* What you have to do: What is the number of lines below that hold "bool"? Answer with that number only.
** Opening Extracted material block **
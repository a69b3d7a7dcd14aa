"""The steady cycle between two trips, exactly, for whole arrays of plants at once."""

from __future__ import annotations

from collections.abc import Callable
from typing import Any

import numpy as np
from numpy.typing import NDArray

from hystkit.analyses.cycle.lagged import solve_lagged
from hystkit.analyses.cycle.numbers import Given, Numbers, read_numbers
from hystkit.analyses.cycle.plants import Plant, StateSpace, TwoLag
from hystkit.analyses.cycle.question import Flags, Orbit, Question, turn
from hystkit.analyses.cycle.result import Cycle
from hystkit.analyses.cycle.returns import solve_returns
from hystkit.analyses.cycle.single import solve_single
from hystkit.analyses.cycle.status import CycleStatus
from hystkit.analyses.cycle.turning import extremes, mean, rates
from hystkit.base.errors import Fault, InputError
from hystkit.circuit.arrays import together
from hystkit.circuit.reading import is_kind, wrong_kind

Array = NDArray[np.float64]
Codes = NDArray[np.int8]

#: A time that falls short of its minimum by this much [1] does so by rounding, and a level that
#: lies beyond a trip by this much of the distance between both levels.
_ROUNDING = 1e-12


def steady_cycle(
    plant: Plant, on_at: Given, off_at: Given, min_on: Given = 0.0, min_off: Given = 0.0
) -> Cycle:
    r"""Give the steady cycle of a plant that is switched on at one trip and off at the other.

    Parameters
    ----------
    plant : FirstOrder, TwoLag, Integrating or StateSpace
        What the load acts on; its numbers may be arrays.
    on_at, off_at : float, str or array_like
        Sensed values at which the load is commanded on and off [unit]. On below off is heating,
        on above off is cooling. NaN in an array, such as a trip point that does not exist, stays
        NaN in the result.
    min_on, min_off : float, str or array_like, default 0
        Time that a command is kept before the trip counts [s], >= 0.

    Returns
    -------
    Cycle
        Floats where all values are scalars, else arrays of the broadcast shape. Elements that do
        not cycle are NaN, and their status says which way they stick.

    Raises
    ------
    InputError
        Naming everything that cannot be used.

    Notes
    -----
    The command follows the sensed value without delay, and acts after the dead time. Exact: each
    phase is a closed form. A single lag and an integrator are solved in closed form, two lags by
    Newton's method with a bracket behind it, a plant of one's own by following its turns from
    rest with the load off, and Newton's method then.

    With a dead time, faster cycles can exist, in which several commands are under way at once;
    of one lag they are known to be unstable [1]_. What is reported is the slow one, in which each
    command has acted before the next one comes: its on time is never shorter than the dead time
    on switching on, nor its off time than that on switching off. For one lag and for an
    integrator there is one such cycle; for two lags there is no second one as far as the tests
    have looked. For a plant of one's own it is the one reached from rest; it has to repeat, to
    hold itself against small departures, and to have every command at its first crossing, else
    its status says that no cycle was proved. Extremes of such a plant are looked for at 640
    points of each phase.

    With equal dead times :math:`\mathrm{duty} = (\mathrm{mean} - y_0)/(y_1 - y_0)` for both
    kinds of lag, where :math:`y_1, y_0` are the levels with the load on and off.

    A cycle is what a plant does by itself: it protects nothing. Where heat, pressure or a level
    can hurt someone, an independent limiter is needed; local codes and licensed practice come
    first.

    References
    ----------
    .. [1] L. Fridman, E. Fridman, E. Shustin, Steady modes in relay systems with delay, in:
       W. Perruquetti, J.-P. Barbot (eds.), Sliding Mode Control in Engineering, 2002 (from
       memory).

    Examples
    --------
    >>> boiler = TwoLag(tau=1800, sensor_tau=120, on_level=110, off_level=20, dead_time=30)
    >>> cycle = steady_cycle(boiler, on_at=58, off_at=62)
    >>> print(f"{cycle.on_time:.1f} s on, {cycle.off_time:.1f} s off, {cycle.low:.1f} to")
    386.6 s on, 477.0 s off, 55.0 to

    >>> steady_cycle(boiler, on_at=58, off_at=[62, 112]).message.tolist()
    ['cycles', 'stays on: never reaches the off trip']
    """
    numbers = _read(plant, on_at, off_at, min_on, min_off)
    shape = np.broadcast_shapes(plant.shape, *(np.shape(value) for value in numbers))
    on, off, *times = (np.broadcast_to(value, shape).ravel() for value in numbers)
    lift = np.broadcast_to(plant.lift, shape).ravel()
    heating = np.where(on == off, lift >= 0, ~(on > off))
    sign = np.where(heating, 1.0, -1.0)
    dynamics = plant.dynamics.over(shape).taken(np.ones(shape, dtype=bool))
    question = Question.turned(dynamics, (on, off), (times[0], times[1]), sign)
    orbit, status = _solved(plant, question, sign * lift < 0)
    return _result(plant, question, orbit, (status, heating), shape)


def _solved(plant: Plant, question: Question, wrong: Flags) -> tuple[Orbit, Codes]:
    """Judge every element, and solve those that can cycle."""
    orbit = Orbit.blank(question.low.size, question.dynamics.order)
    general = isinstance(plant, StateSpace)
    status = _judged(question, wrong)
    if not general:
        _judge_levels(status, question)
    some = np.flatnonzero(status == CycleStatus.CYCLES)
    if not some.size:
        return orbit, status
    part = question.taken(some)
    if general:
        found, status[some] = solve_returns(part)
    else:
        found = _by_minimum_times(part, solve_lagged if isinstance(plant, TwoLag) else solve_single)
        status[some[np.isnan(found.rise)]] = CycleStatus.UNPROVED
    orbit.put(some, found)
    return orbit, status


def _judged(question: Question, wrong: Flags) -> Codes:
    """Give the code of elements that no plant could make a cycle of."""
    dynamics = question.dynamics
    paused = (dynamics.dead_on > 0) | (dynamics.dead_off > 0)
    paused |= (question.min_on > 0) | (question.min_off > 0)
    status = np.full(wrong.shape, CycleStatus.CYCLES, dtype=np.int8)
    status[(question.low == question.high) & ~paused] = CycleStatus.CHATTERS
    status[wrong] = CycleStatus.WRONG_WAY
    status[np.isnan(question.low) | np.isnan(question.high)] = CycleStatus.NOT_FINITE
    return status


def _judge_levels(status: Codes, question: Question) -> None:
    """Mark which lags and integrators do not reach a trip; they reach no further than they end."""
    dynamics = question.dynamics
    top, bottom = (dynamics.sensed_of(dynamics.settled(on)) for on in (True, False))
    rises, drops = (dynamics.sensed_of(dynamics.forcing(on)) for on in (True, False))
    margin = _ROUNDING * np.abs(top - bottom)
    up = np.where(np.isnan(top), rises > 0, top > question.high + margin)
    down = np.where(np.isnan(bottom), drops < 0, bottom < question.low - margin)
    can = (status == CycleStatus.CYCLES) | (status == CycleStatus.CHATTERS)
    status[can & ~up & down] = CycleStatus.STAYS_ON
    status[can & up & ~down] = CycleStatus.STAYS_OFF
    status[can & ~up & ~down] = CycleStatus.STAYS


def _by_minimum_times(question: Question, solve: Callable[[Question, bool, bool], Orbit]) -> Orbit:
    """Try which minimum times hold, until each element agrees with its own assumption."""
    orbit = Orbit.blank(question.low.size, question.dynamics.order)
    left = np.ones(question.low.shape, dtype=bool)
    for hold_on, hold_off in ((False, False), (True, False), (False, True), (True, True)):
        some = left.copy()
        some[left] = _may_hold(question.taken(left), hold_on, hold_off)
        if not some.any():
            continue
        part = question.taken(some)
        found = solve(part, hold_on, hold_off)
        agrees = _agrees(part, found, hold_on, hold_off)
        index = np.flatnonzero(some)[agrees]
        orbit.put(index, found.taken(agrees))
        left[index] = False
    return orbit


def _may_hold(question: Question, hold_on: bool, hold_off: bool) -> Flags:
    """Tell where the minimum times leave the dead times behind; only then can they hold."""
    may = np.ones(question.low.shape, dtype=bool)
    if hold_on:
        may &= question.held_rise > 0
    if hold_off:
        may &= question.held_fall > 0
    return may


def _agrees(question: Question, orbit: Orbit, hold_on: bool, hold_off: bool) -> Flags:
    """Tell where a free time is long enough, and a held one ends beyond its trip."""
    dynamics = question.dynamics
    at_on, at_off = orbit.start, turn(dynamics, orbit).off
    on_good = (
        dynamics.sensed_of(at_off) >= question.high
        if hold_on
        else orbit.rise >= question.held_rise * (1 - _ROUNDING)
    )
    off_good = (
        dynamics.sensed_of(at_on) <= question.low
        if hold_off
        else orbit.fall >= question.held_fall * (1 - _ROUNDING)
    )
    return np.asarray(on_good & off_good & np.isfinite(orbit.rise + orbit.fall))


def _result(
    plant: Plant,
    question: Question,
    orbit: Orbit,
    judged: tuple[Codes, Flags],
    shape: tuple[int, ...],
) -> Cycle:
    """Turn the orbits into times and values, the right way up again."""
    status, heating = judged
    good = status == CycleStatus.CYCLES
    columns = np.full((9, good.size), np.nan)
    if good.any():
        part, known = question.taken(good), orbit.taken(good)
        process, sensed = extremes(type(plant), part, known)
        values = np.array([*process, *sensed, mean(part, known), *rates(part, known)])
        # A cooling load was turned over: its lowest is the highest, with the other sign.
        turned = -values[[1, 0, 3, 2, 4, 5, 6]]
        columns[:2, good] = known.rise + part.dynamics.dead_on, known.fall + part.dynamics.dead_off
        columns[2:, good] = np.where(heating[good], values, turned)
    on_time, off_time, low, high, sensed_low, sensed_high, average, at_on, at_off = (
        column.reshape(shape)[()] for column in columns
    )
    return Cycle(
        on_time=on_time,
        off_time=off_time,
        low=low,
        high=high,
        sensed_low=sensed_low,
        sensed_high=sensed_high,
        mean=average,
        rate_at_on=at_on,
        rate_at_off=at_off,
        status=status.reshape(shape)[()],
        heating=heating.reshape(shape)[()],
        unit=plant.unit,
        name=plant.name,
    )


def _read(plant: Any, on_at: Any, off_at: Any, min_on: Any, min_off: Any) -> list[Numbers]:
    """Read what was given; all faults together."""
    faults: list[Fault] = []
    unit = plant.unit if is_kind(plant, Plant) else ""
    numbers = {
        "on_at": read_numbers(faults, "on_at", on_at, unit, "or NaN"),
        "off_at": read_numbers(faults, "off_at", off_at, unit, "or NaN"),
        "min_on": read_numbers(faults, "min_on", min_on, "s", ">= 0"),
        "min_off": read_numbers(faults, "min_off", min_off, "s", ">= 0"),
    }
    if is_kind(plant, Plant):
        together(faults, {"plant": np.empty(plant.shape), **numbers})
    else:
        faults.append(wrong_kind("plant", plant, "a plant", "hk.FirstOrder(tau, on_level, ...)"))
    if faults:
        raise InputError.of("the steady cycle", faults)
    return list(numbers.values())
** Closing Extracted material block **
* Result of the exercise: 6